(Provided entries begins)
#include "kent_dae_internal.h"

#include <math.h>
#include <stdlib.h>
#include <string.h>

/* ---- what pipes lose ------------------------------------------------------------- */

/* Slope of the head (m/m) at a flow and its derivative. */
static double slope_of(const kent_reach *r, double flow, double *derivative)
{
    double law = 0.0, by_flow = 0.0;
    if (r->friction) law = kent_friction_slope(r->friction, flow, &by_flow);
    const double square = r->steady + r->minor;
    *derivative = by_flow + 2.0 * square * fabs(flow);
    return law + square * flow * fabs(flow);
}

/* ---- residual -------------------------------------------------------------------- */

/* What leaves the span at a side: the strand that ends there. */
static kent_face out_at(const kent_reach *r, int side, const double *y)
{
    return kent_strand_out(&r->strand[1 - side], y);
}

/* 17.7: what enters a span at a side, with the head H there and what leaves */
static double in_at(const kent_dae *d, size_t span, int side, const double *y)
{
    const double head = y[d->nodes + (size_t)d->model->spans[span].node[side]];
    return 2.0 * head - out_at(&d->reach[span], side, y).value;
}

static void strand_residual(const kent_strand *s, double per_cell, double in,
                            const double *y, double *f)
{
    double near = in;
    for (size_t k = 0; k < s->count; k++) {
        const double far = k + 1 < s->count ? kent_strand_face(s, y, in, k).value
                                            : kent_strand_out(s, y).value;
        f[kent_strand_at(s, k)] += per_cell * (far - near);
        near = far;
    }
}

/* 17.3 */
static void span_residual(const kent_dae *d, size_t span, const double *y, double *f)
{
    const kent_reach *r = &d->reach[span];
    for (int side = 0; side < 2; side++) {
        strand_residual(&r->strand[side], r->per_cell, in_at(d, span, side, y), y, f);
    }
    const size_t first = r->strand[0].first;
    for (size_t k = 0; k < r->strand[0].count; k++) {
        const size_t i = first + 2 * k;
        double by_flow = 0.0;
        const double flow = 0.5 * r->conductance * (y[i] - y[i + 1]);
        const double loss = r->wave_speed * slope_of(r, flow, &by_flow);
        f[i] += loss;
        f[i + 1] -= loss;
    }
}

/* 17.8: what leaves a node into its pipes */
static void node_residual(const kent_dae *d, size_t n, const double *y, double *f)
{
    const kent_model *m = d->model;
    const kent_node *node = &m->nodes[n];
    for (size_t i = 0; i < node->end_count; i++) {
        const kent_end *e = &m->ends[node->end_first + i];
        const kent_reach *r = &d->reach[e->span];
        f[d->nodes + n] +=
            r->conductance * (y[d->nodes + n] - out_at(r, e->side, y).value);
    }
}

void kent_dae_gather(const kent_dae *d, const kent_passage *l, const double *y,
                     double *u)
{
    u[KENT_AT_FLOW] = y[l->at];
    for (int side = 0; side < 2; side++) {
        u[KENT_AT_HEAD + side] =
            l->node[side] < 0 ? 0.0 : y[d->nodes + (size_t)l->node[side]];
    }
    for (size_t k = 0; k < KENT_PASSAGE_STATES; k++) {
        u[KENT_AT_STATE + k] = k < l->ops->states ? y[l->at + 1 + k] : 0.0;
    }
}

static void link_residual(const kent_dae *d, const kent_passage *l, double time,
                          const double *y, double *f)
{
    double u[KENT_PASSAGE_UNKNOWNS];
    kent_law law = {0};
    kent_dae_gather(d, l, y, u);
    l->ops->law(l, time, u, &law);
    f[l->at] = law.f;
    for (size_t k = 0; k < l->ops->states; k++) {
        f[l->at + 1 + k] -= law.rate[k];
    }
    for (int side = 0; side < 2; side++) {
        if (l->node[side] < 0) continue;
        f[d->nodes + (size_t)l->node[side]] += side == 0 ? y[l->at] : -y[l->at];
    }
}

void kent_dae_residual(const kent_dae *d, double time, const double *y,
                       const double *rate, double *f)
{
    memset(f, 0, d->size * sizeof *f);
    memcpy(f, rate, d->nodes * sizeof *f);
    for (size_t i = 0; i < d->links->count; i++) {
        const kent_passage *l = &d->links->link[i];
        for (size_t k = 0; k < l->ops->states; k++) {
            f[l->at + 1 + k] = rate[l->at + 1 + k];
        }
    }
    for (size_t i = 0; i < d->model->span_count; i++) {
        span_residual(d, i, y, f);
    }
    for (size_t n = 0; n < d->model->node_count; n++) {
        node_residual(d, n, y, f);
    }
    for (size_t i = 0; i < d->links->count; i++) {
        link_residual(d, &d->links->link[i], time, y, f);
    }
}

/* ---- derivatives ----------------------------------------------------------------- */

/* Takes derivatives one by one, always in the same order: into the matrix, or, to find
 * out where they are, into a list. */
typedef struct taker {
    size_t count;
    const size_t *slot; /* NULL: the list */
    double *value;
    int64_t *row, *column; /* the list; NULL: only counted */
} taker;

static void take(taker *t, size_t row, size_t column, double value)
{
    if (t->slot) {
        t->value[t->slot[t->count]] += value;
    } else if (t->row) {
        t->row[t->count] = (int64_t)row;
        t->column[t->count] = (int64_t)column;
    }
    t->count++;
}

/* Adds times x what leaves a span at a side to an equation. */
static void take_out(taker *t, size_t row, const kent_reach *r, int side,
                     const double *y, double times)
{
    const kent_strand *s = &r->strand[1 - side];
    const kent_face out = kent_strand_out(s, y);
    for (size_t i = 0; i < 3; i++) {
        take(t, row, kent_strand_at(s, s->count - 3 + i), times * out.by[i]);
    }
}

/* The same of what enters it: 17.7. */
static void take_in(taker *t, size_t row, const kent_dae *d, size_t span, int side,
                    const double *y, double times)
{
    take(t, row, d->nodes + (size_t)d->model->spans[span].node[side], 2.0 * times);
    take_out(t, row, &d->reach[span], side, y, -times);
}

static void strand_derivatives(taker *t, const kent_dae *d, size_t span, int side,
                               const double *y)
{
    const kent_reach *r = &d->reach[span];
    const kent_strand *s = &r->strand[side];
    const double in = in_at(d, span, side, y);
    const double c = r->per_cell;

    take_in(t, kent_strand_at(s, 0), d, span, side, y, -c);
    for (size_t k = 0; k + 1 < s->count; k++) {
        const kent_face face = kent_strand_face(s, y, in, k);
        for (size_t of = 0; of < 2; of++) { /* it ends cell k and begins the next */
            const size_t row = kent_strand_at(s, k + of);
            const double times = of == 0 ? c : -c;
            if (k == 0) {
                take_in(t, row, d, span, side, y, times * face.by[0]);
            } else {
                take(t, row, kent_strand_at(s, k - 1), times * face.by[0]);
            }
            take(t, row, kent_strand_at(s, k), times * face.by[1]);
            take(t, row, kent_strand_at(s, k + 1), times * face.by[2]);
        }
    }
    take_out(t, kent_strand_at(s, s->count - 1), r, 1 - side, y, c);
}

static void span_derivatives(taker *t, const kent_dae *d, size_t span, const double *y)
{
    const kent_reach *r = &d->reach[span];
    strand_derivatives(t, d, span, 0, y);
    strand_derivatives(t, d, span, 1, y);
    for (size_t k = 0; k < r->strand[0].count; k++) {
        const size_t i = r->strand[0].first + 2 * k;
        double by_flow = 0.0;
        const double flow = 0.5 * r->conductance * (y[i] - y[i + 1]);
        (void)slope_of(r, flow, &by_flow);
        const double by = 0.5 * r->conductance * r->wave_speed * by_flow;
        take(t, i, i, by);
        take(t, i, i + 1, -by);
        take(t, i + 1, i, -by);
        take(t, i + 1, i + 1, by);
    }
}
(Provided entries ends)
(Provided entries begins)
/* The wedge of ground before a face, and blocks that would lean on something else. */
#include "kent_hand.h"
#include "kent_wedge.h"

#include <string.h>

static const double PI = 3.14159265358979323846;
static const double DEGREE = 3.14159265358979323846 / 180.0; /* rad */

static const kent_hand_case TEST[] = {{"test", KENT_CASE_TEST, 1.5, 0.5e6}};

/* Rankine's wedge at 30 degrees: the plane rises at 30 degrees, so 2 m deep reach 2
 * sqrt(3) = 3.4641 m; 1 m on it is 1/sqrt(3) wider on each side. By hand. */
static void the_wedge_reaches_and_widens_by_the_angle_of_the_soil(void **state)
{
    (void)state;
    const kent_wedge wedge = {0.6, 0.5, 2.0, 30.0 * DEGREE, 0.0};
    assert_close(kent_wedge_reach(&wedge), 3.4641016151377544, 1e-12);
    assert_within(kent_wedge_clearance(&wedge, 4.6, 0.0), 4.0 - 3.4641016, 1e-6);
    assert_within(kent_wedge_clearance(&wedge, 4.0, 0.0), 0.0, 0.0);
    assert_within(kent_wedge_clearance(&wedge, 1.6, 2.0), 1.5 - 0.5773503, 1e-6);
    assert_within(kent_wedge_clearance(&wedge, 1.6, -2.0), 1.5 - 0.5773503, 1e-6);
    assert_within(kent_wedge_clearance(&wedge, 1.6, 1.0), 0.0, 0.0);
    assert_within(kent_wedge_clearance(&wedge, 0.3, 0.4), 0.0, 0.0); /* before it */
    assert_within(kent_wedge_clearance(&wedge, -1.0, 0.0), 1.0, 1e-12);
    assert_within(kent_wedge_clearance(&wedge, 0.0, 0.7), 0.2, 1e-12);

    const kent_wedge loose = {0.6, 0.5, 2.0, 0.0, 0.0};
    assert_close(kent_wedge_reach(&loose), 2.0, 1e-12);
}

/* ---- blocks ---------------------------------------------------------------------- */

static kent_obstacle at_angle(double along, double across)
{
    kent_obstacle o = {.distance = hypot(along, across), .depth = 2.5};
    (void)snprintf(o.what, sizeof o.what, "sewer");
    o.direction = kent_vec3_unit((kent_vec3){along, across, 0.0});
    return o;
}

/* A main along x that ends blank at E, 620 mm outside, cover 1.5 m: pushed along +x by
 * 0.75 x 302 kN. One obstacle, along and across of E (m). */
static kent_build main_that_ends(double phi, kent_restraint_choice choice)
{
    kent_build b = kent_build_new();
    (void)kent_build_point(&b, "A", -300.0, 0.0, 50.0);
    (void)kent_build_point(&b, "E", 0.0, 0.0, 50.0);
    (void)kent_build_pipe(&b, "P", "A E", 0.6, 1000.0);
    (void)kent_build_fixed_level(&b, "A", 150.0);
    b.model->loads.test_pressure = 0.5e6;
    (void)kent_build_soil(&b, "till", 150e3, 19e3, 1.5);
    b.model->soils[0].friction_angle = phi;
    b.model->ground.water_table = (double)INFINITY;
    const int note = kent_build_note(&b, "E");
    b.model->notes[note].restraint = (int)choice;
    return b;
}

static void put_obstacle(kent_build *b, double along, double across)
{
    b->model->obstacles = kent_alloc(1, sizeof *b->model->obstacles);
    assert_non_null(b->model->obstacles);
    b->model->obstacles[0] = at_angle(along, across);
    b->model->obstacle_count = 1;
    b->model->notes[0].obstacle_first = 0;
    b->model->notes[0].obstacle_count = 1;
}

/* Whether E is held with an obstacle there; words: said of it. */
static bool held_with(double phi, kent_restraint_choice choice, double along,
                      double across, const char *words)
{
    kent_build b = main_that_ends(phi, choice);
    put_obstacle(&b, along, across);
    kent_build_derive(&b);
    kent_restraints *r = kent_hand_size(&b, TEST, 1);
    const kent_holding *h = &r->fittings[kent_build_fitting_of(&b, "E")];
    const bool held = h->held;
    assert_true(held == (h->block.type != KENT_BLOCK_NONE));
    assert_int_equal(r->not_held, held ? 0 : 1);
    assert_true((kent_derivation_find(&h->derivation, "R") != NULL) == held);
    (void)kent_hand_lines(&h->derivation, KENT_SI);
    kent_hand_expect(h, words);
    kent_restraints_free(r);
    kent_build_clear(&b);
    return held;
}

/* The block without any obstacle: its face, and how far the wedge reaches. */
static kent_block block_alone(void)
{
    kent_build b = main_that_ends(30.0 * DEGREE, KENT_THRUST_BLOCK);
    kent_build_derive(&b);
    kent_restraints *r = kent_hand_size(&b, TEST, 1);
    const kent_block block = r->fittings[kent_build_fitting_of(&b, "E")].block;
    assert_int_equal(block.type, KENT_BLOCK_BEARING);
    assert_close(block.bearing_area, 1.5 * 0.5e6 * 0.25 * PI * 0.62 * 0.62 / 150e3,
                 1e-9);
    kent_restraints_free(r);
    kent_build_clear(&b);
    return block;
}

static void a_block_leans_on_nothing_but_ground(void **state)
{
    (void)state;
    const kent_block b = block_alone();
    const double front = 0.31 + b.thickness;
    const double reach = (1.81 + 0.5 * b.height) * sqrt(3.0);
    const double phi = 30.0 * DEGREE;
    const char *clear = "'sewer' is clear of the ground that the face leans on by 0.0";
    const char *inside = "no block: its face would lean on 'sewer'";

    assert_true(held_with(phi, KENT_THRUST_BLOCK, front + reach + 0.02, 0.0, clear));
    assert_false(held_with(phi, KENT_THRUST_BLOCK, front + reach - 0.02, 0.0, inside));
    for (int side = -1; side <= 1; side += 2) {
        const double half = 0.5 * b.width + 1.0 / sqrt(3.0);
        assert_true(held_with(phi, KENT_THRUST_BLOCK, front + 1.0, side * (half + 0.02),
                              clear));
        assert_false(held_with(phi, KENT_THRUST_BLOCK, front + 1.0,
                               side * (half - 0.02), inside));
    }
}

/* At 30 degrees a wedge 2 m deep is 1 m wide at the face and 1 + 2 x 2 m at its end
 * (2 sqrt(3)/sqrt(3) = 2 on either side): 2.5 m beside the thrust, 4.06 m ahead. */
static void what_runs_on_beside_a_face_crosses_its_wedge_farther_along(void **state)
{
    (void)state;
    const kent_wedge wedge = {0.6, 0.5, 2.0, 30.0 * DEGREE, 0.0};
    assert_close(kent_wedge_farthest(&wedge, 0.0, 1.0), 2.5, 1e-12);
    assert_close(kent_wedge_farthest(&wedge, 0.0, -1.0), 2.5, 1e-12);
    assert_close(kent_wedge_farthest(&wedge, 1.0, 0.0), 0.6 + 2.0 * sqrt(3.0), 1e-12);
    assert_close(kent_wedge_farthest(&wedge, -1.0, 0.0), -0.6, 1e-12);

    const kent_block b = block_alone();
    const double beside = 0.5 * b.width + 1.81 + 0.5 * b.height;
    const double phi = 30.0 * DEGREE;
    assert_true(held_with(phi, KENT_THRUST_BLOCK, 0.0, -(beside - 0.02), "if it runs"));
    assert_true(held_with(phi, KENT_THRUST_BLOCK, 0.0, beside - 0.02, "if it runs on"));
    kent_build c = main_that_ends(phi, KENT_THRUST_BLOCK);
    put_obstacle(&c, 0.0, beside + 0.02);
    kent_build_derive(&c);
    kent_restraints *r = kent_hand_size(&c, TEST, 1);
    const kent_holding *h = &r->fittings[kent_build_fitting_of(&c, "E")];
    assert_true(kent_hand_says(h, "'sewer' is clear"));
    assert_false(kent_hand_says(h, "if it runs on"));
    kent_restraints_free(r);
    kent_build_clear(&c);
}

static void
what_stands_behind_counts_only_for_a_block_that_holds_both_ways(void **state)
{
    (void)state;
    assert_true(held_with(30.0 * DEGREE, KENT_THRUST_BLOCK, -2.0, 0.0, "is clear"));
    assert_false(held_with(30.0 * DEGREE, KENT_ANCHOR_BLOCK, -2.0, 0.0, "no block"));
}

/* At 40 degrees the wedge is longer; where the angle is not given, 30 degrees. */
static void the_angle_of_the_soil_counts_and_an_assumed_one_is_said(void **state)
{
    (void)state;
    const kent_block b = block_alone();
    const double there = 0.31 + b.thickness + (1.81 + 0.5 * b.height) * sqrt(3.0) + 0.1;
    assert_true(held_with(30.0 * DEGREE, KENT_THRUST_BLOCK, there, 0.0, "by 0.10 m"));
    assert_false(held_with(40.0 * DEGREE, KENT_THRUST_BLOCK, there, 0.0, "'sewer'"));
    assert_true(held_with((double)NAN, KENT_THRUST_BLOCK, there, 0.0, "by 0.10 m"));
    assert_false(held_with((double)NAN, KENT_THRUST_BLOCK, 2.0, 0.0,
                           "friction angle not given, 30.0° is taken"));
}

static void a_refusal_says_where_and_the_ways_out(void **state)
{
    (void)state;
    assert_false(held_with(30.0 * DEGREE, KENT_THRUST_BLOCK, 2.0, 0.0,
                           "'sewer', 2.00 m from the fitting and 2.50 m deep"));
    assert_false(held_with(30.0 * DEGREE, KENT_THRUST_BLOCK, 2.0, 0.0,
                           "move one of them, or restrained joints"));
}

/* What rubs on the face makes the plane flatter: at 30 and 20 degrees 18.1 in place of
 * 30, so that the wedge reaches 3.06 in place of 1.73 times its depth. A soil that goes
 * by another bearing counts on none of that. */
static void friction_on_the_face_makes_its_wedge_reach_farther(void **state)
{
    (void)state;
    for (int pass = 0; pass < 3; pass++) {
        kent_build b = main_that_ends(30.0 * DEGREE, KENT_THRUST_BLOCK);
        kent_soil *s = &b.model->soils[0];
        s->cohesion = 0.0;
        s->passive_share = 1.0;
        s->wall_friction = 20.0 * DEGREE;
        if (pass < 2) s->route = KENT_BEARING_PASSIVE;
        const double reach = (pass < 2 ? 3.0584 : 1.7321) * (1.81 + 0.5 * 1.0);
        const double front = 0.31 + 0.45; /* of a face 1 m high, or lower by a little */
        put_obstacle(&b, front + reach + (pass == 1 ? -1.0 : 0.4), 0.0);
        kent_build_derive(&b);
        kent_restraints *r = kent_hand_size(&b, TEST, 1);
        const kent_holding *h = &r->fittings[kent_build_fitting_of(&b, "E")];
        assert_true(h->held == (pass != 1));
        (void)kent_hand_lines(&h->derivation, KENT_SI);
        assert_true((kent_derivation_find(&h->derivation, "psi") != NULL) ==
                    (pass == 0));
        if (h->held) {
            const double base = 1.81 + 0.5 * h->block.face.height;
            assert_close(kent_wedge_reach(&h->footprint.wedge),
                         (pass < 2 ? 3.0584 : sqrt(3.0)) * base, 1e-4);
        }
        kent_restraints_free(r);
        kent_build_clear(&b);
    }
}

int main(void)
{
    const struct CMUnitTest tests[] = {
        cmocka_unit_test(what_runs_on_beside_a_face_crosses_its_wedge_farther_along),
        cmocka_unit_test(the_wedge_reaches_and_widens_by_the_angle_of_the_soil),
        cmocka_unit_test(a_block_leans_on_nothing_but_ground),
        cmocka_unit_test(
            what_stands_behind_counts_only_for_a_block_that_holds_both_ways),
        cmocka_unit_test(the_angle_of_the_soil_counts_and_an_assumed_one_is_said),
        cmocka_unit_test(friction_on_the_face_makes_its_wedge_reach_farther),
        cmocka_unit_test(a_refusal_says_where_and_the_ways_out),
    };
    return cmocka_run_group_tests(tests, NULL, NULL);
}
(Provided entries ends)
(Provided entries begins)
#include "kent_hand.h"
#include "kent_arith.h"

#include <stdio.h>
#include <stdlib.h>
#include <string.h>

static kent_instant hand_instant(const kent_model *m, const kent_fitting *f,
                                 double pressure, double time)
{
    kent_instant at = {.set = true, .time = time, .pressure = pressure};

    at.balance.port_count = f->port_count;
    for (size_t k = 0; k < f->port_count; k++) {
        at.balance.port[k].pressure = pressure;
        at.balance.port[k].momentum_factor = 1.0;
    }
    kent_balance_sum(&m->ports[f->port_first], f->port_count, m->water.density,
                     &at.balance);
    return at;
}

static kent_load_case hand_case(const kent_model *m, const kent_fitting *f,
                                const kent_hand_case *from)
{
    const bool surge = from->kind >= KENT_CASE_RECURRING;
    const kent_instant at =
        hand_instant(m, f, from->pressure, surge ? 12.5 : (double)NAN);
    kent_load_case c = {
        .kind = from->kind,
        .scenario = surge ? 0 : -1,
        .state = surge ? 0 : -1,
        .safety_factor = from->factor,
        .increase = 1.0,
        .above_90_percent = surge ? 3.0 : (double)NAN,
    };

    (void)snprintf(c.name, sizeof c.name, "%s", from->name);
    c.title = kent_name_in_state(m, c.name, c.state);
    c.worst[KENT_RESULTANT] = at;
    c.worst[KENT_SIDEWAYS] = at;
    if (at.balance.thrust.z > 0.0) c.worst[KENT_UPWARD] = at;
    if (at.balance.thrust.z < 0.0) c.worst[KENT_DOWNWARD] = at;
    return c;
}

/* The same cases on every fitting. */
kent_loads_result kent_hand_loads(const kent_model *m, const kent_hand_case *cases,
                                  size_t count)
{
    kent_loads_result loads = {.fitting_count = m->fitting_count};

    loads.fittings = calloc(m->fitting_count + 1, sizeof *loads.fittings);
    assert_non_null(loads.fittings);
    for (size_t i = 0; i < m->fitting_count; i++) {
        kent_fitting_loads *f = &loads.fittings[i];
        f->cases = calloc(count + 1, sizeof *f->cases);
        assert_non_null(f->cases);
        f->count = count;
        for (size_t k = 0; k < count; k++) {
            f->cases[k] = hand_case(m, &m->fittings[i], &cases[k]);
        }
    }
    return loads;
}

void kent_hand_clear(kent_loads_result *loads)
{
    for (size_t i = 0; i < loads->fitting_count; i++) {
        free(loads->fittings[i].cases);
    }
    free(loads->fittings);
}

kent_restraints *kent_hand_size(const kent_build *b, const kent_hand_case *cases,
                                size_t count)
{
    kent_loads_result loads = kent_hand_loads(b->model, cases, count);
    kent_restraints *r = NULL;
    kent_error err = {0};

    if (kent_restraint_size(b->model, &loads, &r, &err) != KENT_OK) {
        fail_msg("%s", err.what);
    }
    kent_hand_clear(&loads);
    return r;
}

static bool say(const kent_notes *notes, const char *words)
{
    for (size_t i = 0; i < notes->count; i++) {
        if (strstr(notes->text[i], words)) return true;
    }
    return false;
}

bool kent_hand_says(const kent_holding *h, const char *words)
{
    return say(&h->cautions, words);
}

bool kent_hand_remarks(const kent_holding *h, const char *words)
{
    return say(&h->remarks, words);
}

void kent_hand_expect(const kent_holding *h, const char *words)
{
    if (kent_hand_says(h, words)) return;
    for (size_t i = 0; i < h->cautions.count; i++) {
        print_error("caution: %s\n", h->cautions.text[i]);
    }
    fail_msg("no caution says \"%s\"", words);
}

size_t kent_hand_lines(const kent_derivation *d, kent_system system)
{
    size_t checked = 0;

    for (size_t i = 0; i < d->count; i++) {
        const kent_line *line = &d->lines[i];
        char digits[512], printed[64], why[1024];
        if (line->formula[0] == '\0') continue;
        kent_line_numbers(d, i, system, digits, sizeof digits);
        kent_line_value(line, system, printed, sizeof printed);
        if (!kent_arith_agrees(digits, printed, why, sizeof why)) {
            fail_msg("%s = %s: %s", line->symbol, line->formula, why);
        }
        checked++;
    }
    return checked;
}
(Provided entries ends)
Everything in the material above from the line that has "of that. */" through the line that has "kent_soil *s = &b.model->soils[0];" must be duplicated exactly, with no other lines given.

 * by another bearing counts on none of that. */
static void friction_on_the_face_makes_its_wedge_reach_farther(void **state)
{
    (void)state;
    for (int pass = 0; pass < 3; pass++) {
        kent_build b = main_that_ends(30.0 * DEGREE, KENT_THRUST_BLOCK);
        kent_soil *s = &b.model->soils[0];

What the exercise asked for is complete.